I have a method that ultimately will take a value from an internal api call
auto val = api->post(req); //step 1
// the post returns a class of "type json"
json api::post(const request& request) { //step 2
// do some job
json j = << some json data>>
return j;
}
Now there is a third step that prepares the http response back to the external caller.
response server::http_response(const json &final_jsond) {
auto response = response{final_json}; //that makes the json a string for the http payload
response.set_header("Content-Type", "application/json");
return response;
}
Now, this code works, however I am wondering if I am missing some modern C++ principles in order to avoid copying the json object from one call to another
Can the above code be optimized by using modern c++ methods to become faster?

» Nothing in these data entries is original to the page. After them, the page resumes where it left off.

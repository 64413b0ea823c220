package org.wavewarden.compare.rank;

import org.apache.commons.math3.distribution.BinomialDistribution;
import org.wavewarden.compare.Checks;
import org.wavewarden.compare.EffectSize;
import org.wavewarden.compare.StandardNormal;
import org.wavewarden.profile.NumericDistribution;

/**
 * The median of a sample with its distribution-free interval, the one that goes with the sign test: the order
 * statistics {@code [x_(k), x_(n - k + 1)]} with {@code k} the lower {@code (1 - confidence) / 2} quantile of
 * Binomial(n, 1/2) (R's {@code qbinom}), whose coverage is {@code 1 - 2 P(B <= k - 1)}, at least the nominal level
 * for any continuous distribution (Hollander and Wolfe 1973, Nonparametric Statistical Methods, Chapter 3; Conover
 * 1999, Practical Nonparametric Statistics, 3rd ed., section 3.2). Used for paired differences: the change of the
 * middle respondent, in the variable's own units.
 *
 * <p>The median is the middle order statistic, or the mean of the two middle ones. With k = 0 (five observations
 * or fewer at 95%) no pair of order statistics reaches the level; the interval is then the range, whose coverage
 * {@code 1 - 2^(1 - n)} falls short of it. Above {@value #NORMAL_QUANTILE_ABOVE} observations k is taken from the
 * normal approximation {@code floor(n/2 - z sqrt(n)/2)}.
 */
public final class MedianInterval {

    public static final String NAME = "median paired difference";
    static final long NORMAL_QUANTILE_ABOVE = 1_000_000;

    private MedianInterval() {
    }

    /**
     * @param sample     at least one observation
     * @param confidence level of the interval, in (0, 1)
     */
    public static EffectSize of(NumericDistribution sample, double confidence) {
        Checks.observations(sample, 1, "sample");
        Checks.confidence(confidence);
        long n = sample.n();
        double median = (orderStatistic(sample, (n - 1) / 2) + orderStatistic(sample, n / 2)) / 2;
        double tail = (1 - confidence) / 2;
        long k;
        if (n > NORMAL_QUANTILE_ABOVE) {
            double z = StandardNormal.quantile(1 - tail);
            k = (long) Math.floor(n / 2.0 - z * Math.sqrt(n) / 2);
        } else {
            k = new BinomialDistribution(null, (int) n, 0.5).inverseCumulativeProbability(tail);
        }
        k = Math.max(1, k);
        double low = orderStatistic(sample, k - 1);
        double high = orderStatistic(sample, n - k);
        return new EffectSize(NAME, median, Math.min(low, median), Math.max(high, median), confidence);
    }

    /** The value at 0-based rank {@code rank} of the sorted sample. */
    static double orderStatistic(NumericDistribution d, long rank) {
        long seen = 0;
        for (int i = 0; i < d.size(); i++) {
            seen += d.count(i);
            if (rank < seen) {
                return d.value(i);
            }
        }
        return d.value(d.size() - 1);
    }
}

returning by reference maybe?
As others have suggested, the return should be OK as written. If it's reasonable for server::http_response
to consume its argument and if response
actually holds onto a json
or onto data in it, then you could do
response server::http_response(json&& final_json) {
auto response = response{std::move(final_json)}; //that makes the json a string for the http payload
response.set_header("Content-Type", "application/json");
return response; // You don't need std::move here.
}
I use this pattern sometimes when copying is expensive. It forces the caller to do myResponse = myServer.http_response(std::move(final_json));
, which is desirable for performance. If the caller wants to keep their json
object, then they can instead call myServer.http_response(json(final_json));
. Put another way, if http_response
takes an rvalue reference, then the caller can provide it either by std::move
ing or by constructing an unnamed temporary. But then the inefficiency of copying is on the caller.
PS
Have you measured this to be a performance bottleneck?
PPS
Having response
be a type name and a variable name is a questionable choice.